→ **Task description**
Each entry needs to be restated exactly as written.

→ **Records to process**
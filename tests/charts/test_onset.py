"""When a change began and how large it is: a sentence an edge. Values stand in sigmas unless they say otherwise."""

from collections.abc import Sequence
from math import isnan

import numpy as np
import pytest

from charts.feeding import MINUTE, judged
from quietmill.model import Cusum, Detector, Notice, Rule, Verdicts

BEYOND = {Rule.BEYOND_LIMITS: 3.0}


def raised(verdicts: Verdicts) -> list[tuple[int, int, float]]:
    """Return number of the point, number of the onset and shift in sigmas of every signal raised."""
    notices = verdicts.notices[verdicts.notices["kind"] == Notice.RAISED]
    return list(
        zip(
            notices["raised_number"].tolist(),
            notices["onset_number"].tolist(),
            notices["shift_sigma"].tolist(),
            strict=True,
        )
    )


def raised_by(detector: Detector, values: Sequence[float]) -> list[tuple[int, int, float]]:
    return raised(judged(detector, values))


def test_the_onset_is_the_most_likely_change_of_the_mean() -> None:
    assert raised_by(Detector(0.0, 1.0, rules=BEYOND), [0, 0, 2, 2, 3.5]) == [(5, 3, 2.5)]


def test_of_equally_likely_onsets_the_latest_counts() -> None:
    assert raised_by(Detector(0.0, 1.0, rules=BEYOND), [2, 2, 0, 4]) == [(4, 4, 4.0)]


def test_a_tie_on_paper_that_binary_fractions_break_is_a_tie() -> None:
    """Twelve sigma over four points are as likely as six over one; summed in binary the four seem likelier."""
    [(number, onset, shift)] = raised_by(Detector(10.0, 0.1, rules=BEYOND), [10.3, 10.3, 10.0, 10.6])
    assert (number, onset, round(shift, 9)) == (4, 4, 6.0)


def test_the_mean_since_the_onset_has_the_sign_of_the_signal() -> None:
    assert raised_by(Detector(0.0, 1.0, rules=BEYOND), [*[-2.5] * 10, 3.5]) == [(11, 11, 3.5)]
    assert raised_by(Detector(0.0, 1.0, rules=BEYOND), [*[2.5] * 10, -3.5]) == [(11, 11, -3.5)]


def test_no_onset_lies_before_the_return_of_the_episode_before() -> None:
    detector = Detector(0.0, 1.0, rules=BEYOND, quiet_points=2)
    assert raised_by(detector, [4, 2.5, 2.5, 2.5, 4]) == [(1, 1, 4.0), (5, 4, 3.25)]


def test_no_onset_lies_before_the_points_kept() -> None:
    values = [2.5] * 9 + [3.5]
    for kept, onset in ((1, 10), (3, 8), (64, 1)):
        assert raised_by(Detector(0.0, 1.0, rules=BEYOND, points_kept=kept), values)[0][:2] == (10, onset)


def test_a_cusum_looks_no_further_back_than_the_last_zero_of_its_arm() -> None:
    values = [2, 2, -2.5, *[0.75] * 21]  # from the first point on the change would be likelier
    assert raised_by(Detector(0.0, 1.0, cusum=Cusum(0.5, 5)), values) == [(24, 4, 0.75)]


def test_an_arm_remembers_its_last_zero_longer_than_points_are_kept() -> None:
    detector = Detector(100.0, 2.0, cusum=Cusum(0.5, 5), points_kept=4)
    verdicts = judged(detector, [100.0, *[101.5] * 21])
    notice = verdicts.notices[0]
    assert raised(verdicts) == [(22, 2, 0.75)]
    assert (int(notice["onset_time"]), float(notice["shift"])) == (MINUTE, 1.5)


def test_an_arm_that_was_never_zero_looks_back_to_the_start() -> None:
    detector = Detector(0.0, 1.0, cusum=Cusum(0.25, 3, head_start=1.5), points_kept=2)
    assert raised_by(detector, [0.5] * 8) == [(7, 1, 0.5)]


def test_beside_another_rule_on_the_level_the_zero_of_the_arm_is_no_bound() -> None:
    values = [3, -0.5, *[2.5] * 2, 3.5]
    assert raised_by(Detector(0.0, 1.0, cusum=Cusum(3, 0.25)), values) == [(5, 5, 3.5)]
    assert raised_by(Detector(0.0, 1.0, rules=BEYOND, cusum=Cusum(3, 0.25)), values) == [(5, 1, 2.2)]


@pytest.mark.parametrize(
    ("rule", "number", "values", "onset"),
    [
        (Rule.TREND, 0, [0.5, 0, 0.25, 0.5, 0.75, 1, 1.25], 2),
        (Rule.ALTERNATING, 0, [0.5, 0.5, *[0, 0.25] * 6, 0], 2),
        (Rule.STRATIFICATION, 5, [1, 0.5, 0, 0.5, 0, 0], 2),
        (Rule.MIXTURE, 4, [0, 1.5, -1.5, 1.5, -1.5], 2),
    ],
)
def test_the_onset_of_a_pattern_is_the_first_point_of_its_window(
    rule: Rule, number: int, values: list[float], onset: int
) -> None:
    [(at, found, shift)] = raised_by(Detector(0.0, 1.0, rules={rule: number}), values)
    assert (at, found) == (len(values), onset)
    assert isnan(shift)


def test_the_onset_of_a_wide_range_is_the_first_of_its_two_points() -> None:
    [(number, onset, shift)] = raised_by(Detector(0.0, 1.0, spread_signals=True), [0, 0, 2, -2])
    assert (number, onset) == (4, 3)
    assert isnan(shift)


def test_a_rule_on_the_level_decides_before_a_pattern() -> None:
    rules = {Rule.TREND: 0, Rule.BEYOND_LIMITS: 3.0}
    assert raised_by(Detector(0.0, 1.0, rules=rules), [-1, -0.5, 0, 0.5, 1, 4]) == [(6, 6, 4.0)]


def test_the_onset_stays_as_it_was_raised() -> None:
    detector = Detector(0.0, 1.0, rules={Rule.BEYOND_LIMITS: 3.0, Rule.TWO_OF_THREE: 0}, quiet_points=2)
    notices = judged(detector, [0, 4, 2.5, 0, 0]).notices
    assert notices["kind"].tolist() == [Notice.RAISED, Notice.JOINED, Notice.RETURNED]
    for name in ("onset_number", "onset_time", "shift", "shift_sigma", "raised_number"):
        assert len(np.unique(notices[name])) == 1, name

→ **Solution to this task**
filename tests/charts/test_onset.py
"""When a change began and how large it is: a sentence an edge. Values stand in sigmas unless they say otherwise."""

from collections.abc import Sequence
from math import isnan

import numpy as np
import pytest

from charts.feeding import MINUTE, judged
from quietmill.model import Cusum, Detector, Notice, Rule, Verdicts

BEYOND = {Rule.BEYOND_LIMITS: 3.0}


def raised(verdicts: Verdicts) -> list[tuple[int, int, float]]:
    """Return number of the point, number of the onset and shift in sigmas of every signal raised."""
    notices = verdicts.notices[verdicts.notices["kind"] == Notice.RAISED]
    return list(
        zip(
            notices["raised_number"].tolist(),
            notices["onset_number"].tolist(),
            notices["shift_sigma"].tolist(),
            strict=True,
        )
    )


def raised_by(detector: Detector, values: Sequence[float]) -> list[tuple[int, int, float]]:
    return raised(judged(detector, values))


def test_the_onset_is_the_most_likely_change_of_the_mean() -> None:
    assert raised_by(Detector(0.0, 1.0, rules=BEYOND), [0, 0, 2, 2, 3.5]) == [(5, 3, 2.5)]


def test_of_equally_likely_onsets_the_latest_counts() -> None:
    assert raised_by(Detector(0.0, 1.0, rules=BEYOND), [2, 2, 0, 4]) == [(4, 4, 4.0)]


def test_a_tie_on_paper_that_binary_fractions_break_is_a_tie() -> None:
    """Twelve sigma over four points are as likely as six over one; summed in binary the four seem likelier."""
    [(number, onset, shift)] = raised_by(Detector(10.0, 0.1, rules=BEYOND), [10.3, 10.3, 10.0, 10.6])
    assert (number, onset, round(shift, 9)) == (4, 4, 6.0)


def test_the_mean_since_the_onset_has_the_sign_of_the_signal() -> None:
    assert raised_by(Detector(0.0, 1.0, rules=BEYOND), [*[-2.5] * 10, 3.5]) == [(11, 11, 3.5)]
    assert raised_by(Detector(0.0, 1.0, rules=BEYOND), [*[2.5] * 10, -3.5]) == [(11, 11, -3.5)]


def test_no_onset_lies_before_the_return_of_the_episode_before() -> None:
    detector = Detector(0.0, 1.0, rules=BEYOND, quiet_points=2)
    assert raised_by(detector, [4, 2.5, 2.5, 2.5, 4]) == [(1, 1, 4.0), (5, 4, 3.25)]


def test_no_onset_lies_before_the_points_kept() -> None:
    values = [2.5] * 9 + [3.5]
    for kept, onset in ((1, 10), (3, 8), (64, 1)):
        assert raised_by(Detector(0.0, 1.0, rules=BEYOND, points_kept=kept), values)[0][:2] == (10, onset)


def test_a_cusum_looks_no_further_back_than_the_last_zero_of_its_arm() -> None:
    values = [2, 2, -2.5, *[0.75] * 21]  # from the first point on the change would be likelier
    assert raised_by(Detector(0.0, 1.0, cusum=Cusum(0.5, 5)), values) == [(24, 4, 0.75)]


def test_an_arm_remembers_its_last_zero_longer_than_points_are_kept() -> None:
    detector = Detector(100.0, 2.0, cusum=Cusum(0.5, 5), points_kept=4)
    verdicts = judged(detector, [100.0, *[101.5] * 21])
    notice = verdicts.notices[0]
    assert raised(verdicts) == [(22, 2, 0.75)]
    assert (int(notice["onset_time"]), float(notice["shift"])) == (MINUTE, 1.5)


def test_an_arm_that_was_never_zero_looks_back_to_the_start() -> None:
    detector = Detector(0.0, 1.0, cusum=Cusum(0.25, 3, head_start=1.5), points_kept=2)
    assert raised_by(detector, [0.5] * 8) == [(7, 1, 0.5)]


def test_beside_another_rule_on_the_level_the_zero_of_the_arm_is_no_bound() -> None:
    values = [3, -0.5, *[2.5] * 2, 3.5]
    assert raised_by(Detector(0.0, 1.0, cusum=Cusum(3, 0.25)), values) == [(5, 5, 3.5)]
    assert raised_by(Detector(0.0, 1.0, rules=BEYOND, cusum=Cusum(3, 0.25)), values) == [(5, 1, 2.2)]


@pytest.mark.parametrize(
    ("rule", "number", "values", "onset"),
    [
        (Rule.TREND, 0, [0.5, 0, 0.25, 0.5, 0.75, 1, 1.25], 2),
        (Rule.ALTERNATING, 0, [0.5, 0.5, *[0, 0.25] * 6, 0], 2),
        (Rule.STRATIFICATION, 5, [1, 0.5, 0, 0.5, 0, 0], 2),
        (Rule.MIXTURE, 4, [0, 1.5, -1.5, 1.5, -1.5], 2),
    ],
)
def test_the_onset_of_a_pattern_is_the_first_point_of_its_window(
    rule: Rule, number: int, values: list[float], onset: int
) -> None:
    [(at, found, shift)] = raised_by(Detector(0.0, 1.0, rules={rule: number}), values)
    assert (at, found) == (len(values), onset)
    assert isnan(shift)


def test_the_onset_of_a_wide_range_is_the_first_of_its_two_points() -> None:
    [(number, onset, shift)] = raised_by(Detector(0.0, 1.0, spread_signals=True), [0, 0, 2, -2])
    assert (number, onset) == (4, 3)
    assert isnan(shift)


def test_a_rule_on_the_level_decides_before_a_pattern() -> None:
    rules = {Rule.TREND: 0, Rule.BEYOND_LIMITS: 3.0}
    assert raised_by(Detector(0.0, 1.0, rules=rules), [-1, -0.5, 0, 0.5, 1, 4]) == [(6, 6, 4.0)]


def test_the_onset_stays_as_it_was_raised() -> None:
    detector = Detector(0.0, 1.0, rules={Rule.BEYOND_LIMITS: 3.0, Rule.TWO_OF_THREE: 0}, quiet_points=2)
    notices = judged(detector, [0, 4, 2.5, 0, 0]).notices
    assert notices["kind"].tolist() == [Notice.RAISED, Notice.JOINED, Notice.RETURNED]
    for name in ("onset_number", "onset_time", "shift", "shift_sigma", "raised_number"):
        assert len(np.unique(notices[name])) == 1, name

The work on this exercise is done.